17. 1729
You may have heard of the following story about Hardy and Ramanujan. One day Hardy took a taxi to visit Ramanujan.
On arriving Hardy told Ramanujan that the taxi had the thoroughly unremarkable 4-digit number n on its license plate.

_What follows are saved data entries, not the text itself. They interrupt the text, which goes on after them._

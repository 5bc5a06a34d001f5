import type { ImpactPathway, MaterialityFiring, MaterialityPolicy } from "@plumeline/contracts";

/**
 * Every threshold of the policy that a preview passes, on every pathway and horizon it covers:
 * |median shift| > medianShiftK; |change of an exceedance probability| × 100 > exceedancePoints;
 * |change of the 5–95 % width| / (comparison's width) × 100 > widthChangePercent. Strictly
 * greater: a change exactly at the limit is still within it. A comparison width of zero has
 * no relative change and is skipped (it does not occur with a sampled ECS).
 */
export function materialityFirings(pathways: ImpactPathway[], policy: MaterialityPolicy): MaterialityFiring[] {
  const fired: MaterialityFiring[] = [];
  for (const p of pathways) {
    const at = { pathwayId: p.pathway.id, pathwayName: p.pathway.name };
    const againstByYear = new Map(p.against.map((h) => [h.year, h]));
    for (const d of p.differences) {
      if (Math.abs(d.medianShift) > policy.medianShiftK)
        fired.push({ ...at, year: d.year, metric: "median-shift", warmingThreshold: null, value: d.medianShift, limit: policy.medianShiftK, unit: "K" });
      const against = againstByYear.get(d.year)?.temperature;
      const width = against && against.p95 !== undefined && against.p5 !== undefined ? against.p95 - against.p5 : 0;
      if (width > 0) {
        const percent = (d.widthChange / width) * 100;
        if (Math.abs(percent) > policy.widthChangePercent)
          fired.push({ ...at, year: d.year, metric: "width-change", warmingThreshold: null, value: percent, limit: policy.widthChangePercent, unit: "%" });
      }
      for (const [threshold, change] of Object.entries(d.exceedance)) {
        const points = change * 100;
        if (Math.abs(points) > policy.exceedancePoints)
          fired.push({ ...at, year: d.year, metric: "exceedance", warmingThreshold: Number(threshold), value: points, limit: policy.exceedancePoints, unit: "pts" });
      }
    }
  }
  return fired;
}

/**
 * A signed value with enough decimals to be seen passing its limit: a shift of 0.104 K against
 * 0.1 K reads "+0.104", never "+0.10 K > 0.1 K" (up to four decimals).
 */
function signed(v: number, digits: number, limit: number): string {
  let d = digits;
  while (d < 4 && Number(Math.abs(v).toFixed(d)) <= limit) d++;
  return `${v >= 0 ? "+" : "−"}${Math.abs(v).toFixed(d)}`;
}

/** One plain sentence per firing, e.g. "median shift +0.14 K > 0.1 K on Harbourline Middle 2050". */
export function describeFiring(f: MaterialityFiring): string {
  const where = `on ${f.pathwayName} ${f.year}`;
  switch (f.metric) {
    case "median-shift":
      return `median shift ${signed(f.value, 2, f.limit)} K > ${f.limit} K ${where}`;
    case "width-change":
      return `5–95 % width change ${signed(f.value, 1, f.limit)} % > ${f.limit} % ${where}`;
    case "exceedance":
      return `P(>${f.warmingThreshold} K) change ${signed(f.value, 1, f.limit)} pts > ${f.limit} pts ${where}`;
  }
}
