import { expect, test } from "@playwright/test";
import { demoUsers } from "../support/demo-users";
import { names, seededVersionName } from "../support/names";
import { openFromNav } from "../support/navigation";
import { pathwayIds, type VersionSummary } from "../support/runs";
import { snap } from "../support/screenshots";
import { apiAs, getJson, postJson, signIn } from "../support/sign-in";

interface Version { id: string; name: string; status: string; model: { climate: Record<string, unknown> }; defaults: unknown; notes: string; pathwayIds: string[] }

/**
 * The materiality policy end to end: the analyst files a draft that moves the outputs as a
 * minor change and is refused, naming each threshold that fired; re-classed as major it files;
 * the reviewer sees the same firings on two pinned pathways (and can narrow the preview), and
 * rejects it with a reason, which the analyst finds on her desk. Last, the admin changes the
 * thresholds with a reason, and the audit log keeps it.
 */
test.describe.configure({ mode: "serial" });

let draft: Version;

test.beforeAll(async ({ baseURL }) => {
  // Set-up through the API (the editor itself is covered by 01): the approved version with a
  // higher ECS median, pinned to two seeded pathways to keep the preview short.
  const api = await apiAs("analyst", baseURL!);
  const parent = (await getJson<{ items: VersionSummary[] }>(api, "/api/model-versions?status=approved")).items.find((v) => v.name === seededVersionName)!;
  const full = await getJson<Version>(api, `/api/model-versions/${parent.id}`);
  draft = await postJson<Version>(api, "/api/model-versions", {
    name: names.hotterDraft,
    parentId: full.id,
    pathwayIds: await pathwayIds(api, ["Harbourline Middle", "Harbourline High"]),
    model: { ...full.model, climate: { ...full.model.climate, ecs: { type: "range", p50: 4, low: 2.5, high: 6.5, coverage: 90, shape: "lognormal" } } },
    defaults: full.defaults,
    notes: `${full.notes}\n- Trial: ECS median 4 K (2.5–6.5 K, 5–95 %).`,
  });
  await api.dispose();
});

test("a minor filing over a threshold is refused, names what fired, and files as major", async ({ page }, testInfo) => {
  await signIn(page, "analyst");
  await page.goto(`/model-versions/${draft.id}`);
  await expect(page.getByRole("heading", { level: 1, name: new RegExp(`^${names.hotterDraft} v\\d+$`) })).toBeVisible();
  await page.getByRole("radio", { name: /^Minor/ }).check();
  await page.getByRole("button", { name: "Submit for review" }).click();
  await expect(page.getByRole("button", { name: "Checking materiality…" })).toBeVisible();
  const refusal = page.getByRole("alert").filter({ hasText: "Not a minor change under the firm's materiality policy" });
  await expect(refusal).toBeVisible({ timeout: 60_000 });
  await expect(refusal).toContainText(/fired: median shift \+\d\.\d\d K > 0\.1 K on Harbourline Middle 2100/);
  await expect(refusal).toContainText(/on Harbourline High/);
  await refusal.scrollIntoViewIfNeeded();
  await snap(page, testInfo, "minor-refused", "materiality-refused.png");
  // Still a draft: nothing was filed.
  await expect(page.getByText("Model version draft")).toBeVisible();

  await refusal.getByRole("button", { name: "Class as major" }).click();
  await expect(page.getByRole("radio", { name: /^Major/ })).toBeChecked();
  await page.getByLabel("Note to the reviewer (optional)").fill("ECS median to 4 K: a material change, for full validation.");
  await page.getByRole("button", { name: "Submit for review" }).click();
  await expect(page.getByText("Model version in review")).toBeVisible();
});

test("the reviewer sees which thresholds fired on every pinned pathway, and rejects with a reason", async ({ page }, testInfo) => {
  await signIn(page, "manager");
  await page.goto(`/model-versions/${draft.id}/review`);
  await expect(page.getByRole("heading", { level: 1, name: new RegExp(`^${names.hotterDraft} v\\d+$`) })).toBeVisible();
  const materiality = page.getByRole("region", { name: "Materiality" });
  await expect(materiality).toBeVisible({ timeout: 60_000 });
  await expect(materiality).toContainText("the change is classed as major");
  await expect(materiality.getByRole("listitem").filter({ hasText: /fired: median shift .* on Harbourline Middle 2100/ })).toBeVisible();
  await expect(materiality.getByRole("listitem").filter({ hasText: /on Harbourline High/ }).first()).toBeVisible();
  await expect(page.getByRole("heading", { level: 3 })).toHaveText(["On Harbourline Middle", "On Harbourline High"]);
  await expect(page.getByText(/2,000 members per version/)).toBeVisible();
  await snap(page, testInfo, "review-materiality", "review-materiality.png");

  // The picker narrows the preview to one pathway on request.
  await page.getByRole("checkbox", { name: "Harbourline High" }).uncheck();
  await page.getByRole("button", { name: "Preview on these" }).click();
  await expect(page.getByRole("heading", { level: 3 })).toHaveText(["On Harbourline Middle"], { timeout: 60_000 });

  const reason = "ECS median 4 K is outside the assessed likely range's centre; bring the evidence for it first.";
  await page.getByLabel("Comment").fill(reason);
  await page.getByRole("button", { name: "Reject" }).click();
  await expect(page.getByRole("status").filter({ hasText: "Rejected." })).toBeVisible();
});

test("the rejected author finds the reason on her desk, with a way to the version", async ({ page }, testInfo) => {
  await signIn(page, "analyst");
  const card = page.getByRole("region", { name: "Returned to you" });
  await expect(card).toBeVisible();
  await expect(card).toContainText(`Rejected by ${demoUsers.manager.name}`);
  await expect(card).toContainText("bring the evidence for it first");
  await snap(page, testInfo, "desk-returned", "desk-returned.png");
  await card.getByRole("link", { name: new RegExp(`^${names.hotterDraft} v\\d+$`) }).click();
  await expect(page).toHaveURL(new RegExp(`/model-versions/${draft.id}$`));
});

test("the admin changes the thresholds with a reason, and the audit log keeps it", async ({ page }) => {
  await signIn(page, "admin");
  await openFromNav(page, "Admin");
  await page.getByRole("navigation", { name: "Admin" }).getByRole("link", { name: "Review policy" }).click();
  await expect(page.getByRole("heading", { level: 1, name: "Review policy" })).toBeVisible();
  await expect(page.getByLabel("Median shift (K)")).toHaveValue("0.1");
  await page.getByLabel("Median shift (K)").fill("0.15");
  await page.getByRole("button", { name: "Save thresholds" }).click();
  await expect(page.getByText("must be at least 3 characters")).toBeVisible();
  const reason = "Board review: a tenth of a kelvin flagged routine recalibrations.";
  await page.getByLabel("Reason for the change").fill(reason);
  await page.getByRole("button", { name: "Save thresholds" }).click();
  await expect(page.getByRole("status").filter({ hasText: "Saved" })).toBeVisible();

  await page.getByRole("navigation", { name: "Admin" }).getByRole("link", { name: "Audit log" }).click();
  await page.getByLabel("Action").fill("settings.materiality-changed");
  await page.getByRole("button", { name: "Filter" }).click();
  const row = page.getByRole("row").filter({ hasText: "settings.materiality-changed" });
  await expect(row).toContainText("median 0.1 K");
  await expect(row).toContainText("median 0.15 K");
  await expect(row).toContainText(reason);
});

Ramanujan immediately remarked that n is the first number that
.
I forget what n or the property was, something like, n is the first number that can be written
as the sum of two perfect cubes in two different ways, something typically Ramanujanian.
Yes, that was it:
c← i×i×i← 1+⍳200
t← (∘.<⍨⍳200) × ∘.+⍨c
d← {⊂⍵}⌸⍨ ,t
(2=≢¨d)/d
┌─────────┬───────────────┬───────────────┬─────────┬─
│1729 1729│1092728 1092728│3375001 3375001│4104 4104│...
└─────────┴───────────────┴───────────────┴─────────┴─
⌊/ ⊃¨ (2=≢¨d)/d
1729
1 + ⍸ 1729=t
┌────┬────┐
│1 12│9 10│
└────┴────┘
+/ 1 12 * 3
1729
+/ 9 10 * 3
1729
Now that I have worked out the number I can find the story on the net
[62].
On hearing the story, J.E. Littlewood remarked that
“every positive integer was one of [Ramanujan’s] personal friends”.
Appeared in J in
[63]
and in APL in
[64].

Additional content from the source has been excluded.